↓
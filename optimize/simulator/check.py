"""`ampfront check`: rebuild chosen front designs from the results folder's own data, simulate them in
ngspice, and compare with what the model predicts.

A results folder may come from a colleague: nothing in it is run. The designs are rebuilt from the study
text and design vectors the folder records, their netlists written afresh by ampfront into a private
folder, and a testbench in the folder that differs from what ampfront would write is refused.
"""

from __future__ import annotations

import json
import re
import tempfile
from dataclasses import dataclass
from pathlib import Path

import numpy as np
import pandas as pd

from ampfront import topologies
from ampfront.optimize.outputs.folder import MANIFEST, TOOL_MARK
from ampfront.optimize.outputs.netlist import IDENTIFIER, NetlistError, design_files, step_horizon
from ampfront.optimize.outputs.tables import X_PREFIX, design_vectors
from ampfront.optimize.simulator.ngspice import DEFAULT_TIMEOUT_S, SpiceError, simulate, simulate_step, simulate_swing
from ampfront.optimize.spec.study import Study, load_study
from ampfront.topologies.catalog import AGREEMENT, M, METRICS
from ampfront.topologies.errors import InputError
from ampfront.topologies.process.techfile import file_hash, load

# Rejection of an ideal, unmismatched circuit beyond this is set by residual bias asymmetries, not by the
# circuit; real parts are limited by mismatch long before. Both sides are compared clipped here.
REJECTION_CEILING_DB = 100.0
# Swing from the DC sweep into the load (ngspice.simulate_swing): the model's swing keeps every device of
# the signal path saturated, so it may end this much short of where the swept gain collapses, and may claim
# at most SWING_SLACK_V more than the sweep shows.
SWING_SLACK_V = 0.05
SWING_SHORTFALL_V = 0.3
# Netlists print values to 6 significant digits; a rebuilt design may differ from the searched one in the
# last bits, so numbers are compared to this relative tolerance and everything else exactly.
_NUMBER_TOLERANCE = 1e-5


@dataclass(frozen=True)
class Received:
    """A results folder, read and validated: the study it was made from, its technology, its front."""

    folder: Path
    study: Study
    tech: object
    kind: str
    front: pd.DataFrame


def _fail(folder: Path, key: str, expected: str, got=None):
    raise InputError(str(folder), key, expected, got)


def read_result(folder: Path) -> Received:
    if not folder.is_dir():
        _fail(folder, "(folder)", "a folder written by 'ampfront run'")
    try:
        manifest = json.loads((folder / MANIFEST).read_text(encoding="utf-8"))
    except FileNotFoundError:
        _fail(folder, MANIFEST, "a folder written by 'ampfront run' (no manifest.json)")
    except (OSError, ValueError, UnicodeDecodeError):
        _fail(folder, MANIFEST, "the JSON manifest 'ampfront run' writes")
    if not isinstance(manifest, dict) or manifest.get("tool") != TOOL_MARK:
        _fail(folder, MANIFEST, "a manifest written by ampfront")
    study_entry, tech_entry = manifest.get("study"), manifest.get("technology")
    if not (isinstance(study_entry, dict) and isinstance(study_entry.get("text"), str)
            and isinstance(study_entry.get("file"), str) and isinstance(tech_entry, dict)):
        _fail(folder, MANIFEST, "a manifest of this version of ampfront (with the study's text); run the study again")
    study = load_study(Path(study_entry["file"]), topologies.available(), text=study_entry["text"])
    if file_hash(study.technology, study.corner) != tech_entry.get("sha256"):
        _fail(folder, f"{MANIFEST} technology", "the technology the results were made with (its file or tables "
              "have changed since)", str(study.technology))
    tech = load(study.technology, study.corner)
    return Received(folder, study, tech, _kind(tech), _front(folder, study, tech))


def _kind(tech) -> str:
    return "gm_id_tables" if getattr(tech, "length_grid", None) is not None else "square_law"


def _front(folder: Path, study: Study, tech) -> pd.DataFrame:
    path = folder / "front.csv"
    try:
        front = pd.read_csv(path, dtype={"topology": str, "design": str})
    except FileNotFoundError:
        _fail(folder, "front.csv", "a folder written by 'ampfront run' (no front.csv)")
    except (pd.errors.EmptyDataError, pd.errors.ParserError, UnicodeDecodeError, ValueError):
        _fail(folder, "front.csv", "the table 'ampfront run' writes")
    for column in ("topology", "design"):
        if column not in front.columns:
            _fail(folder, "front.csv", f"a '{column}' column")
    if front.empty:
        _fail(folder, "front.csv", "at least one design")
    known = topologies.available()
    for _, row in front.iterrows():
        if row["topology"] not in study.topologies or row["topology"] not in known:
            _fail(folder, "front.csv topology", f"a topology of the study ({', '.join(study.topologies)})",
                  row["topology"])
        if not isinstance(row["design"], str) or not IDENTIFIER.match(row["design"]):
            _fail(folder, "front.csv design", "a plain design name (letters, digits, _)", row["design"])
    for name in front["topology"].unique():
        needed = [f"{X_PREFIX}{v.name}" for v in known[name].variables(tech)]
        rows = front[front["topology"] == name]
        for column in needed:
            if column not in front.columns:
                _fail(folder, "front.csv", f"the design-variable column '{column}'")
            values = pd.to_numeric(rows[column], errors="coerce").to_numpy(float)
            if not np.isfinite(values).all():
                _fail(folder, f"front.csv {column}", "finite numbers")
    return front


def spread_picks(front: pd.DataFrame, count: int) -> list[int]:
    """Designs spread along the front: evenly spaced rows of the table (it is sorted by an objective)."""
    count = max(1, min(count, len(front)))
    return sorted({round(i * (len(front) - 1) / max(count - 1, 1)) for i in range(count)})


_TOKEN = re.compile(r"^([A-Za-z_]*=)?([-+]?(?:\d+\.?\d*|\.\d+)(?:[eE][-+]?\d+)?)$")


def same_netlist(ours: str, theirs: str) -> bool:
    """True when two netlists say the same thing: identical but for numbers within the print precision."""
    a, b = ours.splitlines(), theirs.splitlines()
    if len(a) != len(b):
        return False
    for line_a, line_b in zip(a, b):
        if line_a == line_b:
            continue
        ta, tb = line_a.split(), line_b.split()
        if len(ta) != len(tb):
            return False
        for x, y in zip(ta, tb):
            if x == y:
                continue
            mx, my = _TOKEN.match(x), _TOKEN.match(y)
            if not (mx and my) or mx.group(1) != my.group(1):
                return False
            vx, vy = float(mx.group(2)), float(my.group(2))
            if abs(vx - vy) > _NUMBER_TOLERANCE * max(abs(vx), abs(vy), 1e-30):
                return False
    return True


def _judge(metric: str, kind: str, model: float, simulated: float) -> tuple[float, bool]:
    mode, bound = AGREEMENT[metric][kind]
    if metric in (M.cmrr_db, M.psrr_db):
        model, simulated = min(model, REJECTION_CEILING_DB), min(simulated, REJECTION_CEILING_DB)
    error = abs(simulated - model) if mode == "abs" else abs(simulated - model) / max(abs(model), 1e-30)
    return error, bool(error <= bound)


def check_folder(folder: Path, count: int = 5, timeout: float = DEFAULT_TIMEOUT_S) -> pd.DataFrame:
    """Simulate `count` designs spread along the front; one row per design with `<metric>_model`,
    `<metric>_spice`, `within_bounds` and `status` ("ok", or why the design could not be simulated)."""
    received = read_result(folder)
    picks = received.front.iloc[spread_picks(received.front, count)]
    rows = []
    with tempfile.TemporaryDirectory(prefix="ampfront-check-") as work:
        work = Path(work)
        if received.tech.spice_init:
            (work / ".spiceinit").write_text("\n".join(received.tech.spice_init) + "\n")
        for name, group in picks.groupby("topology", sort=False):
            rows += _check_topology(received, name, group, work, timeout)
    order = {d: k for k, d in enumerate(picks["design"])}
    return pd.DataFrame(rows).sort_values("design", key=lambda s: s.map(order)).reset_index(drop=True)


def _check_topology(received: Received, name: str, group: pd.DataFrame, work: Path, timeout: float) -> list[dict]:
    topology = topologies.available()[name]
    study, tech = received.study, received.tech
    metrics, build = topologies.evaluate(topology, design_vectors(group), tech, study.conditions, step=True)
    rows = []
    for j, design in enumerate(group["design"]):
        try:
            horizon = step_horizon(float(metrics[M.gbw_hz][j]), float(metrics[M.settling_s][j]))
            files = design_files(build, j, tech, study.conditions, design, topology.title, horizon)
        except NetlistError as error:
            rows.append({"design": design, "topology": name, "within_bounds": False,
                         "status": f"not rebuildable: {error}"})
            continue
        for file, text in files.items():
            theirs = received.folder / "netlists" / file
            if theirs.is_file():
                try:
                    same = same_netlist(text, theirs.read_text(encoding="utf-8"))
                except (OSError, UnicodeDecodeError):
                    same = False
                if not same:
                    raise InputError(str(theirs), "(netlist)", "the netlist ampfront writes for this design; it "
                                     "was changed after the run, so ampfront will not run it")
            (work / file).write_text(text)
        rows.append(_simulate_design(received, design, name, {k: float(v[j]) for k, v in metrics.items()},
                                     work, timeout))
    return rows


def _simulate_design(received: Received, design: str, name: str, model: dict, work: Path, timeout: float) -> dict:
    entry: dict = {"design": design, "topology": name}
    ok, status = True, "ok"
    try:
        got = simulate(work / f"{design}_tb.sp", timeout)
    except SpiceError as error:
        return {**entry, "within_bounds": False, "status": f"failed: {error}"}
    try:
        got.update(simulate_step(work / f"{design}_step.sp", timeout))
    except SpiceError as error:
        return {**entry, "within_bounds": False, "status": f"step failed: {error}"}
    for metric in AGREEMENT:
        error, within = _judge(metric, received.kind, model[metric], got[metric])
        entry[f"{metric}_model"], entry[f"{metric}_spice"] = model[metric], got[metric]
        entry[f"{metric}_error"] = error
        ok &= within
        if not within:
            status = f"{METRICS[metric].label} outside the agreement bound"
    try:
        swept = simulate_swing(work / f"{design}_swing.sp", f"{design}_swing.dat", received.study.conditions.v_cm,
                               timeout)
    except SpiceError as error:
        return {**entry, "within_bounds": False, "status": f"swing failed: {error}"}
    for metric, sign in ((M.out_low_v, 1.0), (M.out_high_v, -1.0)):
        entry[f"{metric}_model"], entry[f"{metric}_spice"] = model[metric], swept[metric]
        # Positive when the model is the more conservative of the two.
        short = sign * (model[metric] - swept[metric])
        within = -SWING_SLACK_V <= short <= SWING_SHORTFALL_V
        ok &= within
        if not within:
            status = f"{METRICS[metric].label} outside the swing bound"
    entry["within_bounds"], entry["status"] = bool(ok), status
    return entry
↑
Problem statement: Set down the lines of the listing above verbatim, first line through the line containing "# Rejection of", inclusive; add no other lines.

Answer:
filename optimize/simulator/check.py
"""`ampfront check`: rebuild chosen front designs from the results folder's own data, simulate them in
ngspice, and compare with what the model predicts.

A results folder may come from a colleague: nothing in it is run. The designs are rebuilt from the study
text and design vectors the folder records, their netlists written afresh by ampfront into a private
folder, and a testbench in the folder that differs from what ampfront would write is refused.
"""

from __future__ import annotations

import json
import re
import tempfile
from dataclasses import dataclass
from pathlib import Path

import numpy as np
import pandas as pd

from ampfront import topologies
from ampfront.optimize.outputs.folder import MANIFEST, TOOL_MARK
from ampfront.optimize.outputs.netlist import IDENTIFIER, NetlistError, design_files, step_horizon
from ampfront.optimize.outputs.tables import X_PREFIX, design_vectors
from ampfront.optimize.simulator.ngspice import DEFAULT_TIMEOUT_S, SpiceError, simulate, simulate_step, simulate_swing
from ampfront.optimize.spec.study import Study, load_study
from ampfront.topologies.catalog import AGREEMENT, M, METRICS
from ampfront.topologies.errors import InputError
from ampfront.topologies.process.techfile import file_hash, load

# Rejection of an ideal, unmismatched circuit beyond this is set by residual bias asymmetries, not by the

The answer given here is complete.